_PROBLEM DETAILS_
Wherever the string "inside" appears in the records, return the line that holds it.

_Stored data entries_
- Opening Delimiter -

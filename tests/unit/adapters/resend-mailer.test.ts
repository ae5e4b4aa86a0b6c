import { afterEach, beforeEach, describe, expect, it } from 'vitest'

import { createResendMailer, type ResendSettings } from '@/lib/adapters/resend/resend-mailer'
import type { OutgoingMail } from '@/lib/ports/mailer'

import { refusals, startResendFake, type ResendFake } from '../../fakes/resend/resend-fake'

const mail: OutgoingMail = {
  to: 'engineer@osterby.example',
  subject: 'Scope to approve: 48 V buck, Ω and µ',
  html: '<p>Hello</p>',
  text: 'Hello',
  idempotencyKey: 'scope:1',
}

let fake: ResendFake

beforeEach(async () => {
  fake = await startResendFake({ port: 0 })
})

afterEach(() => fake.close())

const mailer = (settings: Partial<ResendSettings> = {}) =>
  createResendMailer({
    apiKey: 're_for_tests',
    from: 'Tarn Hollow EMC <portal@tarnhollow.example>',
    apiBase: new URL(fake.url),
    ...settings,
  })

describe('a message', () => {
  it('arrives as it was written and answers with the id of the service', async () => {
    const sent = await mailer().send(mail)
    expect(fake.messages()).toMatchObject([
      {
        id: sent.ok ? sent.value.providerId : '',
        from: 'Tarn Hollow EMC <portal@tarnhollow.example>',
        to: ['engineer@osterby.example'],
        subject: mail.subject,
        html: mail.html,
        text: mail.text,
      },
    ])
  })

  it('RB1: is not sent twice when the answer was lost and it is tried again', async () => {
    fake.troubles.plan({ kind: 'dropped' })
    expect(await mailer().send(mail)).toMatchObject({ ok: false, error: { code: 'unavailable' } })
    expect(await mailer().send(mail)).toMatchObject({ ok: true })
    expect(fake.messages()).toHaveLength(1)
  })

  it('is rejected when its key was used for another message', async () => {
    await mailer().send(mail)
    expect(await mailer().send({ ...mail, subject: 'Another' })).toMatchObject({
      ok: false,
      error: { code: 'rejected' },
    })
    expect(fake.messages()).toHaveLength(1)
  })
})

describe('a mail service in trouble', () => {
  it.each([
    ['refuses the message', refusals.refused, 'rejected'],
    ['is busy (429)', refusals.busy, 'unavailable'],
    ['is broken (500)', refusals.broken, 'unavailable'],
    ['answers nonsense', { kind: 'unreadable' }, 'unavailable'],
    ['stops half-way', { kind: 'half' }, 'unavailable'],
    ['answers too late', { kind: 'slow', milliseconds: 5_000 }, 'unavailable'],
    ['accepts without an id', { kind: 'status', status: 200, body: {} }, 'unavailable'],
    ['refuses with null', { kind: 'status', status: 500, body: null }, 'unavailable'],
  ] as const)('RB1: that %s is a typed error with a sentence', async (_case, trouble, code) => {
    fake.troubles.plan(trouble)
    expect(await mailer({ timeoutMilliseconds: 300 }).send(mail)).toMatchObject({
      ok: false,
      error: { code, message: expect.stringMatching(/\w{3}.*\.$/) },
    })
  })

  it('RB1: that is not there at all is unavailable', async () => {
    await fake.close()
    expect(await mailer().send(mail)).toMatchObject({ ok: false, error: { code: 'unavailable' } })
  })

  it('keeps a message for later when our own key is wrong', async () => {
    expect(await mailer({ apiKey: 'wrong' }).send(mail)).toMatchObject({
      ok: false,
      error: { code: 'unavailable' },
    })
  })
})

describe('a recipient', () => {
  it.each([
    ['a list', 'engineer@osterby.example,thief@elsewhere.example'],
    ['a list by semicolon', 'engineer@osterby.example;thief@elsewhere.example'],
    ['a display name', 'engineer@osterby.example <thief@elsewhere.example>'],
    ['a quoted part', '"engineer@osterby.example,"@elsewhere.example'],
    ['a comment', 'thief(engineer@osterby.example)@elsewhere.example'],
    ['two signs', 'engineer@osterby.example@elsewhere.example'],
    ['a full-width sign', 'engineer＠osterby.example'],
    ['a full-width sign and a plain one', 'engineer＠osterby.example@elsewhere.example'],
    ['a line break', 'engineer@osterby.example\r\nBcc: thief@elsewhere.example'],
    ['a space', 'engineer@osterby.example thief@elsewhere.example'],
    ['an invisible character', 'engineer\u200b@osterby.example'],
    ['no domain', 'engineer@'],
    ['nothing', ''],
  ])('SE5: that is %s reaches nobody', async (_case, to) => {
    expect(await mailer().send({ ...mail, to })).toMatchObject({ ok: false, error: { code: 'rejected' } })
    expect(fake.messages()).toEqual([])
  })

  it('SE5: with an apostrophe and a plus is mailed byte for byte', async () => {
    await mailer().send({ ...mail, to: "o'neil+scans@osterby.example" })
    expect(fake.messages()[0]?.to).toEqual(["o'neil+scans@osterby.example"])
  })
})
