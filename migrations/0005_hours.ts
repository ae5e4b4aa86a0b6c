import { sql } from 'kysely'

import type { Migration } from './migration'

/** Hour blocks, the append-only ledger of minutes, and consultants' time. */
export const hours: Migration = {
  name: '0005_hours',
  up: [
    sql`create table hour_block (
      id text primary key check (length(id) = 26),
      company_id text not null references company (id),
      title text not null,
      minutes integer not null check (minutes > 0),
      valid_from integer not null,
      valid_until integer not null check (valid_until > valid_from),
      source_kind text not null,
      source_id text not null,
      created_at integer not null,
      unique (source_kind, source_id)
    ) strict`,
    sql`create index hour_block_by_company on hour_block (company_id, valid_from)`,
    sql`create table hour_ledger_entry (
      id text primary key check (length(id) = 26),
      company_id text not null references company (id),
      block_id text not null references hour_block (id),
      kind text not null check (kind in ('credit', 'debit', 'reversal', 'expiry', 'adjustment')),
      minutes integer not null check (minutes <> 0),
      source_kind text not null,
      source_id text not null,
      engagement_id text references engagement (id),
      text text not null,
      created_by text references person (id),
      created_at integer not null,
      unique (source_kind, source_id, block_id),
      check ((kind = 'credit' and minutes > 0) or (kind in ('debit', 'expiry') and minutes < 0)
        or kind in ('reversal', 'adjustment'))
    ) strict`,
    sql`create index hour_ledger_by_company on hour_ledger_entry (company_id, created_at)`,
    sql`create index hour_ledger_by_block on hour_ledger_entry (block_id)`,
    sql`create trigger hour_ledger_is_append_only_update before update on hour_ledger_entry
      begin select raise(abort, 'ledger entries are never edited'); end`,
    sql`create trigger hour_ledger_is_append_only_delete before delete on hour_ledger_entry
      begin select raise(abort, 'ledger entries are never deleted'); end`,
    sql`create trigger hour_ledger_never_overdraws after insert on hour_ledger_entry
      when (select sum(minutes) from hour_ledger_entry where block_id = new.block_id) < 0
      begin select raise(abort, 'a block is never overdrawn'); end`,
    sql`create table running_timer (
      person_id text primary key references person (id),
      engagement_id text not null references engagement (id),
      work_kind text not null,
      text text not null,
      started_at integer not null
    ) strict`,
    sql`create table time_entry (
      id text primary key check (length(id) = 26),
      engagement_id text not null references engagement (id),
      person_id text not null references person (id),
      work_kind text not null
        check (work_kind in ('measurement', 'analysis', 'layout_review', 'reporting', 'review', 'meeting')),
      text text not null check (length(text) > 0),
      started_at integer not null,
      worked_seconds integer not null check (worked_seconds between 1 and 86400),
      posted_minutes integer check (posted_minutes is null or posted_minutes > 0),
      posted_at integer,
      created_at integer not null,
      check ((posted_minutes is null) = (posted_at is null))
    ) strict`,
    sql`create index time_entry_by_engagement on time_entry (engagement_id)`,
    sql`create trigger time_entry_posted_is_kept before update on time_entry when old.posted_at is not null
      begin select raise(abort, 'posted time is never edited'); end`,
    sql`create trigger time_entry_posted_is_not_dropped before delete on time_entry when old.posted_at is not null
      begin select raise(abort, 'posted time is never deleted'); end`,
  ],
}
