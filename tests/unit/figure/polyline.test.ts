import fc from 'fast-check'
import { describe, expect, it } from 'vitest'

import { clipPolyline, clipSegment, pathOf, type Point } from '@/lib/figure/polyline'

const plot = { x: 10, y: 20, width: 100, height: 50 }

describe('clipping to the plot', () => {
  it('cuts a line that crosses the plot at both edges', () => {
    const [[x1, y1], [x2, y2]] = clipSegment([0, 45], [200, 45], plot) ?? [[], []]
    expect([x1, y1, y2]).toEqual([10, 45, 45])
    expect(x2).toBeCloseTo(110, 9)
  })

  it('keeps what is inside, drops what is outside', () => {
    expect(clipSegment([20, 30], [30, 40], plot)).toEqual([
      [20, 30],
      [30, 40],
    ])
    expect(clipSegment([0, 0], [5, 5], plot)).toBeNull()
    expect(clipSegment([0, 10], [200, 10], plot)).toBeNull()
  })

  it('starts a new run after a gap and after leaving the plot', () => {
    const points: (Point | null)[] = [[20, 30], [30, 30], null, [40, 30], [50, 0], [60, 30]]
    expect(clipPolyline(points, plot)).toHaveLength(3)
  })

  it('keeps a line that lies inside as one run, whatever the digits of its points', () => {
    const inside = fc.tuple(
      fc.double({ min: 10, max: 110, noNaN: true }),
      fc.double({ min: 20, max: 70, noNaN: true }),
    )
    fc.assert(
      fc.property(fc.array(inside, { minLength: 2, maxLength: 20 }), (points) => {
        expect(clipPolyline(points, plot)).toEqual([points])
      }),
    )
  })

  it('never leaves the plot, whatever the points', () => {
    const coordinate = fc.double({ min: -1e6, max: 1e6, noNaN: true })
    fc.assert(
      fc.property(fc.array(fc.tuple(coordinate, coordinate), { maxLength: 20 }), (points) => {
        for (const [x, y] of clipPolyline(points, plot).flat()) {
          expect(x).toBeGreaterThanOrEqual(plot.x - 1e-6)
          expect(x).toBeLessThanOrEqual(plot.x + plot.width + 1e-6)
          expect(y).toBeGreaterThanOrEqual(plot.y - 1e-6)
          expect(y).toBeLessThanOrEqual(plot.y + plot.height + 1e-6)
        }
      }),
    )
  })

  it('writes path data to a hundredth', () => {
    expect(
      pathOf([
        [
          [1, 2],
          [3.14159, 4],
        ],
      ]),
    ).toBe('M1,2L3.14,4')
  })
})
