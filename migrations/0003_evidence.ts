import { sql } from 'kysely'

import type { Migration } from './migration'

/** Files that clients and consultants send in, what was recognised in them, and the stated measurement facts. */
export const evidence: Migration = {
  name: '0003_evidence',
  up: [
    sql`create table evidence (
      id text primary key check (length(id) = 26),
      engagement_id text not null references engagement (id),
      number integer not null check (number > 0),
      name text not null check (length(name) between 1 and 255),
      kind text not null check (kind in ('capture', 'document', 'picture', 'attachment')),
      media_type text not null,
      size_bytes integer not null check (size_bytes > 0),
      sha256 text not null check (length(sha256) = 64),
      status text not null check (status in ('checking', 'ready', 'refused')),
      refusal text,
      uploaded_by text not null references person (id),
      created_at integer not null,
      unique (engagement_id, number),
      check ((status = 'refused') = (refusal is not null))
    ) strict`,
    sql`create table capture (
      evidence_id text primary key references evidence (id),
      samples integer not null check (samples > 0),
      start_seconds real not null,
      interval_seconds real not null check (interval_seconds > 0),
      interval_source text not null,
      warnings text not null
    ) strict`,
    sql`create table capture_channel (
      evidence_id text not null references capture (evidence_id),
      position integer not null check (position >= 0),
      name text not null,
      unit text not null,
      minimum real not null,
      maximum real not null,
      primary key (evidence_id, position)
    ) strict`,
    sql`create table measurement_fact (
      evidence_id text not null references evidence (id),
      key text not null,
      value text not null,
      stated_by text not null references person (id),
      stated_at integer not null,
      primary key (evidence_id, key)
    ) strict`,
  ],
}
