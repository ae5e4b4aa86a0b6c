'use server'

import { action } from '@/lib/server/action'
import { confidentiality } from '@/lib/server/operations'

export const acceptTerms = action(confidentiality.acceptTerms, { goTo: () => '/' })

- Closing Delimiter -

_OUTPUT BELOW_
  it('keeps what is inside, drops what is outside', () => {
  it('keeps a line that lies inside as one run, whatever the digits of its points', () => {
    const inside = fc.tuple(
      fc.property(fc.array(inside, { minLength: 2, maxLength: 20 }), (points) => {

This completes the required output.